Don't worry about Anaconda ruining your current Python installation, it can be easily uninstalled (described below).

Anaconda is not a requirement

Anaconda is not an absolute requirement to get pystan to work. As long as you can get the necessary python dependencies installed, pystan will work. If you want to install Anaconda, follow the Windows, Macs, and Linux instructions below.

Linux

After downloading the installer execute the associated shell script. For example, if the file downloaded were named Anaconda3-4.1.1-Linux-x86_64.sh you would enter bash Anaconda3-4.1.1-Linux-x86_64.sh in the directory where you downloaded the file.

Macs

After downloading the installer, double click the .pkg file and follow the instructions on the screen. Use all of the defaults for installation.

Windows

PyStan on Windows is partially supported. See PyStan on Windows.
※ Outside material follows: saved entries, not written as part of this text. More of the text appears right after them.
package dev.galebench.report.recording;

import dev.galebench.rt.Sample;
import dev.galebench.rt.SampleConsumer;

import java.io.IOException;
import java.math.BigDecimal;
import java.math.MathContext;
import java.nio.ByteBuffer;
import java.nio.ByteOrder;
import java.nio.channels.FileChannel;
import java.nio.charset.StandardCharsets;
import java.nio.file.Files;
import java.nio.file.Path;
import java.nio.file.StandardCopyOption;
import java.nio.file.StandardOpenOption;
import java.time.Instant;
import java.time.LocalDateTime;
import java.time.ZoneOffset;
import java.time.format.DateTimeFormatter;
import java.util.ArrayList;
import java.util.Arrays;
import java.util.List;
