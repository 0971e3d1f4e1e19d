package dev.galebench.cli.preflight;

import dev.galebench.board.BoardController;
import dev.galebench.board.BoardControllers;
import dev.galebench.board.VirtualBoard;
import dev.galebench.link.BoardLinks;
import dev.galebench.link.LinkOptions;
import dev.galebench.link.UdpEchoFloor;
import dev.galebench.plant.SteadyState;
import dev.galebench.plant.TurbineFile;
import dev.galebench.plant.TurbineParameters;
import dev.galebench.plant.TurbinePlant;
import dev.galebench.rt.BoardLink;
import dev.galebench.rt.LoopConfig;
import dev.galebench.rt.LoopResult;
import dev.galebench.rt.RealTimeLoop;
import dev.galebench.rt.Sample;
import dev.galebench.rt.SampleConsumer;
import dev.galebench.rt.SampleLayout;
import dev.galebench.rt.SpinFloor;
import dev.galebench.wire.WireProfile;
import picocli.CommandLine.Command;
import picocli.CommandLine.Option;
import picocli.CommandLine.Spec;
import picocli.CommandLine.Model.CommandSpec;

import java.io.PrintWriter;
import java.net.InetAddress;
import java.net.InetSocketAddress;
import java.nio.file.Path;
import java.util.ArrayList;
import java.util.List;
import java.util.concurrent.Callable;
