package dev.galebench.cli.preflight;

import dev.galebench.rt.LoopResult;
import dev.galebench.rt.SpinFloor;

import java.util.ArrayList;
import java.util.List;

/**
 * Whether a step is sustainable on this machine, judged as ratios to the busy-spin floor
 * measured in the same run (absolute microseconds do not repeat on a shared VM):
 * <ol>
 *   <li>loop overruns (exchanges late by more than one step) &le; floor stalls (floor ticks late
 *       by more than one step, same rule): the loop adds no missed deadlines of its own;</li>
 *   <li>loop lateness p99.9 &le; {@value #LATENESS_RATIO} x floor lateness p99.9, where the
 *       floor value is taken as at least {@value #RESOLUTION_NS} ns: below a microsecond a
 *       ratio measures cache misses, not the machine;</li>
 *   <li>the run was not aborted, and at least one reply came back.</li>
 * </ol>
 */
public record PreflightVerdict(boolean sustainable, List<String> reasons) {
    public static final double LATENESS_RATIO = 1.5;
    public static final long RESOLUTION_NS = 1_000;

    public static PreflightVerdict judge(SpinFloor.Result floor, LoopResult loop) {
        List<String> why = new ArrayList<>();
        boolean ok = true;
        if (loop.overruns > floor.stalls()) {
            ok = false;
            why.add("loop overruns " + loop.overruns + " > floor stalls " + floor.stalls());
        } else {
            why.add("loop overruns " + loop.overruns + " <= floor stalls " + floor.stalls());
        }
        final long floorP999 = Math.max(RESOLUTION_NS, floor.latenessNs().getValueAtPercentile(99.9));
        final long loopP999 = loop.latenessNs.getValueAtPercentile(99.9);
        final double limit = LATENESS_RATIO * floorP999;
        if (loopP999 > limit) {
            ok = false;
            why.add(String.format("loop lateness p99.9 %.1f us > %.1f x floor %.1f us", loopP999 / 1e3, LATENESS_RATIO, floorP999 / 1e3));
        } else {
            why.add(String.format("loop lateness p99.9 %.1f us <= %.1f x floor %.1f us", loopP999 / 1e3, LATENESS_RATIO, floorP999 / 1e3));
        }
        if (loop.aborted()) {
            ok = false;
            why.add("loop run stopped early: " + loop.stopReason + " " + loop.stopDetail);
        }
        if (loop.linkCounters.repliesAccepted == 0) {
            ok = false;
            why.add("the board never answered");
        }
        return new PreflightVerdict(ok, List.copyOf(why));
    }
}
The Anaconda installer should be able to be double-clicked and installed. Use all of the defaults for installation except make sure to check Make Anaconda the default Python.

Uninstalling Anaconda

The default location for anaconda can be found in your home directory. Typically this means it in in the ~/anaconda or ~/anaconda3 directory when you open a terminal.

Python dependencies

If you used the Anaconda installer, numpy and cython should already be installed, so additional dependencies should not be needed. However, should you need to install additional dependencies, we can use conda to install them as such:

  • open a terminal
  • type conda install numpy to install numpy or replace numpy with the package you need to install
  • common additional packages include arviz, matplotlib, pandas, scipy

Setting up C++ compiler

PyStan 2.19+ needs a C++14 compatible compiler. For GCC 4.9.3+ and GCC 5+ versions are up-to-date. To update your compiler, follow general instructions given for each platform.
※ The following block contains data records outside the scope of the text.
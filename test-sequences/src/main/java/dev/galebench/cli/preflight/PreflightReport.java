package dev.galebench.cli.preflight;

import com.fasterxml.jackson.databind.ObjectMapper;
import com.fasterxml.jackson.databind.SerializationFeature;
import com.fasterxml.jackson.databind.node.ObjectNode;
import dev.galebench.rt.LoopResult;
import dev.galebench.rt.SpinFloor;
import org.HdrHistogram.Histogram;

import java.util.Locale;

/**
 * What {@code galebench preflight} prints: the floor and the loop side by side, as a text table
 * or as JSON of exactly this shape (extra keys allowed):
 * <pre>
 * {"step_us", "seconds",
 *  "floor": {"lateness_us": P, "stalls"},
 *  "loop":  {"lateness_us": P, "rtt_us": P, "overruns", "exchanges"}}
 * </pre>
 * with P = {"p50", "p99", "p999", "p9999", "max"} in microseconds.
 */
public final class PreflightReport {
    private final long stepUs;
    private final double seconds;
    private final int rounds;
    private final String board;
    private final SpinFloor.Result floor;
    private final LoopResult loop;
    private final PreflightVerdict verdict;

    public PreflightReport(long stepUs, double seconds, int rounds, String board, SpinFloor.Result floor,
                           LoopResult loop, PreflightVerdict verdict) {
        this.stepUs = stepUs;
        this.seconds = seconds;
        this.rounds = rounds;
        this.board = board;
        this.floor = floor;
        this.loop = loop;
        this.verdict = verdict;
    }

    /** The JSON document (pretty-printed). */
    public String json() {
        ObjectMapper om = new ObjectMapper().enable(SerializationFeature.INDENT_OUTPUT);
        ObjectNode root = om.createObjectNode();
        root.put("step_us", stepUs);
        root.put("seconds", seconds);
        root.put("rounds", rounds);
        ObjectNode f = root.putObject("floor");
        putPercentiles(f.putObject("lateness_us"), floor.latenessNs());
        f.put("stalls", floor.stalls());
        f.put("ticks", floor.ticks());
        f.put("clock_gaps", floor.clockGaps());
        f.put("max_clock_gap_us", floor.maxClockGapNs() / 1e3);
        ObjectNode l = root.putObject("loop");
        putPercentiles(l.putObject("lateness_us"), loop.latenessNs);
        putPercentiles(l.putObject("rtt_us"), loop.roundTripNs);
        putPercentiles(l.putObject("compute_us"), loop.computeNs);
        l.put("overruns", loop.overruns);
        l.put("exchanges", loop.exchanges);
        l.put("replies_applied", loop.repliesApplied);
        l.put("missing_replies", loop.linkCounters.missingReplies);
        l.put("late_replies", loop.linkCounters.lateReplies);
        l.put("watchdog_trips", loop.linkCounters.watchdogTrips);
        l.put("stop", loop.stopReason.name());
        l.put("trip_flags", loop.tripFlags);
        root.put("board", board);
        root.put("pinning", loop.pinning);
        root.put("sustainable", verdict.sustainable());
        root.putPOJO("reasons", verdict.reasons());
        try {
            return om.writeValueAsString(root);
        } catch (com.fasterxml.jackson.core.JsonProcessingException e) {
            throw new IllegalStateException(e);
        }
    }

    private static void putPercentiles(ObjectNode n, Histogram h) {
        n.put("p50", us(h, 50.0));
        n.put("p99", us(h, 99.0));
        n.put("p999", us(h, 99.9));
        n.put("p9999", us(h, 99.99));
        n.put("max", h.getTotalCount() == 0 ? 0.0 : h.getMaxValue() / 1e3);
    }

    private static double us(Histogram h, double percentile) {
        return h.getTotalCount() == 0 ? 0.0 : h.getValueAtPercentile(percentile) / 1e3;
    }

    /** The human-readable table. */
    public String text() {
        StringBuilder sb = new StringBuilder();
        sb.append(String.format(Locale.ROOT, "galebench preflight: step %d us, %.1f s of floor and %.1f s of loop, alternating in %d round(s)%n",
                stepUs, seconds, seconds, rounds));
        sb.append("board: ").append(board).append('\n');
        sb.append("pinning: ").append(loop.pinning).append('\n');
        sb.append(String.format(Locale.ROOT, "%-22s %14s %14s %14s%n", "", "floor lateness", "loop lateness", "loop rtt"));
        String[] names = {"p50", "p99", "p99.9", "p99.99", "max"};
        double[] ps = {50.0, 99.0, 99.9, 99.99, 100.0};
        for (int i = 0; i < names.length; i++) {
            sb.append(String.format(Locale.ROOT, "%-22s %14.2f %14.2f %14.2f%n", names[i] + " us",
                    pct(floor.latenessNs(), ps[i]), pct(loop.latenessNs, ps[i]), pct(loop.roundTripNs, ps[i])));
        }
        sb.append(String.format(Locale.ROOT, "%-22s %14d %14d%n", "late > 1 step", floor.stalls(), loop.overruns));
        sb.append(String.format(Locale.ROOT, "%-22s %14d %14d%n", "ticks / exchanges", floor.ticks(), loop.exchanges));
        sb.append(String.format(Locale.ROOT, "%-22s %14d%n", "floor clock gaps", floor.clockGaps()));
        sb.append(String.format(Locale.ROOT, "%-22s %14s %14.2f%n", "compute p99 us", "", pct(loop.computeNs, 99.0)));
        sb.append(String.format(Locale.ROOT, "%-22s %14s %14d%n", "missing replies", "", loop.linkCounters.missingReplies));
        sb.append("verdict: ").append(verdict.sustainable() ? "SUSTAINABLE" : "NOT SUSTAINABLE").append('\n');
        for (String r : verdict.reasons()) {
            sb.append("  - ").append(r).append('\n');
        }
        return sb.toString();
    }

    private static double pct(Histogram h, double p) {
        if (h.getTotalCount() == 0) {
            return 0.0;
        }
        return (p >= 100.0 ? h.getMaxValue() : h.getValueAtPercentile(p)) / 1e3;
    }
}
  • Linux: Install compiler with apt/yum
  • Macs: Install latest XCode, or use brew or macports
  • Windows: Follow instructions in PyStan on Windows.

To use gcc/clang compiler from the conda follow instructions in https://docs.conda.io/projects/conda-build/en/latest/resources/compiler-tools.html and set-up your CC and CXX environmental variables as given below. Instructions below assume default Anaconda environment. For conda-forge follow installation instructions in anaconda.org.

  • open a terminal
  • Linux: conda install gcc_linux-64 gxx_linux-64 -c anaconda
  • Macs: conda install clang_osx-64 clangxx_osx-64 -c anaconda

To check your compiler version

  • Open a terminal
  • Linux: type gcc --version
  • OSX: type clang --version

To use specific C++ compiler (Linux: gcc_linux-64, gxx_linux-64, OSX: clang_osx-64, clangxx_osx-64), either update your CC and CXX environmental variables or set-up your path to include folder containing compilers (e.g.``which gcc_linux-64``)
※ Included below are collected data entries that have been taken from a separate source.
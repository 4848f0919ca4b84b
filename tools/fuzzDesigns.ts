import fc from 'fast-check';

/**
 * Random designs that are valid but odd, written in the design language itself (see
 * docs/LANGUAGE.md): rails of both signs, library and home-made tube types at the ends of
 * their parameters, inverter chains, NOR gates, latches, fan-outs, instance arrays (now
 * and then of about a thousand cells), drives with and without source resistance, switches
 * and buttons (one of them shorting a stiff drive to ground or a rail), diodes with extreme
 * parameters, capacitors, screens, cathodes tied to rails and grids tied straight to a rail.
 *
 * Every choice is drawn through fast-check (`fc.gen`), so a run is fixed by its seed and a
 * failing design shrinks: counts shrink towards fewer parts, and each "odd" choice towards
 * the plain one. The harness that runs the designs is `tools/fuzz.ts`.
 */

/** What the harness needs to know of a generated design to build commands for it. */
export interface FuzzDesign {
  text: string;
  /** Rails by name (volts), for `sweep --rail`. */
  rails: { name: string; volts: number }[];
  /** Push buttons, for `step --sequence "press B; release B"`. */
  buttons: string[];
  /** Drives, for `pulse --input D=…`: name and level (volts). */
  drives: { name: string; volts: number }[];
  /** Instances placed by arrays, a rough measure of size. */
  arrayCells: number;
}

export interface FuzzDesignOptions {
  /** Motifs (chains, gates, latches, …) at most; tiny designs take 1. */
  maxMotifs?: number;
  /** Chance that an instance array is long (up to `longArray` cells). */
  longArrayChance?: number;
  longArray?: number;
}

/** The library designations the generator copies, by kind (`tubemargin tubes` lists them). */
const LIBRARY: { designation: string; pentode: boolean }[] = [
  { designation: '12AU7', pentode: false },
  { designation: '12AX7', pentode: false },
  { designation: '12AT7', pentode: false },
  { designation: '6DJ8', pentode: false },
  { designation: '6SN7', pentode: false },
  { designation: '6CG7', pentode: false },
  { designation: '6AU6', pentode: true },
  { designation: '6CB6', pentode: true },
];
  • type export CC=gcc_linux-64 and export CXX=g++_linux-64
  • type export PATH=/path/to/Anaconda/bin:$PATH

Conda will create a new name for the compiler. You'll need to search in the <path to conda>/bin folder to find the name. which python will show this location. For example:

  • Open a terminal
  • OSX: type ls <path to python env>/bin/ | grep clang

You should see two compilers like x86_64-apple-darwin13.4.0-clang and x86_64-apple-darwin13.4.0-clang++.

  • type export CC=x86_64-apple-darwin13.4.0-clang and export CXX=x86_64-apple-darwin13.4.0-clang++

Installing PyStan

Since we have the numpy and cython dependencies we need, we can install the latest version of PyStan using pip. To do so:

  • open a terminal
  • type pip install pystan

Checking that it works

Open a python prompt, and run the following code

import pystan
model_code = 'parameters {real y;} model {y ~ normal(0,1);}'
model = pystan.StanModel(model_code=model_code, verbose=True)

If it fails with "fatal error: 'Python.h' file not found", please use conda or install the appropriate python headers library.

If it fails with "fatal error: 'ios' file not found", please run xcode-select --install, or open XCode and agree to the licensing terms.

If it fails with a different error, please file a bug.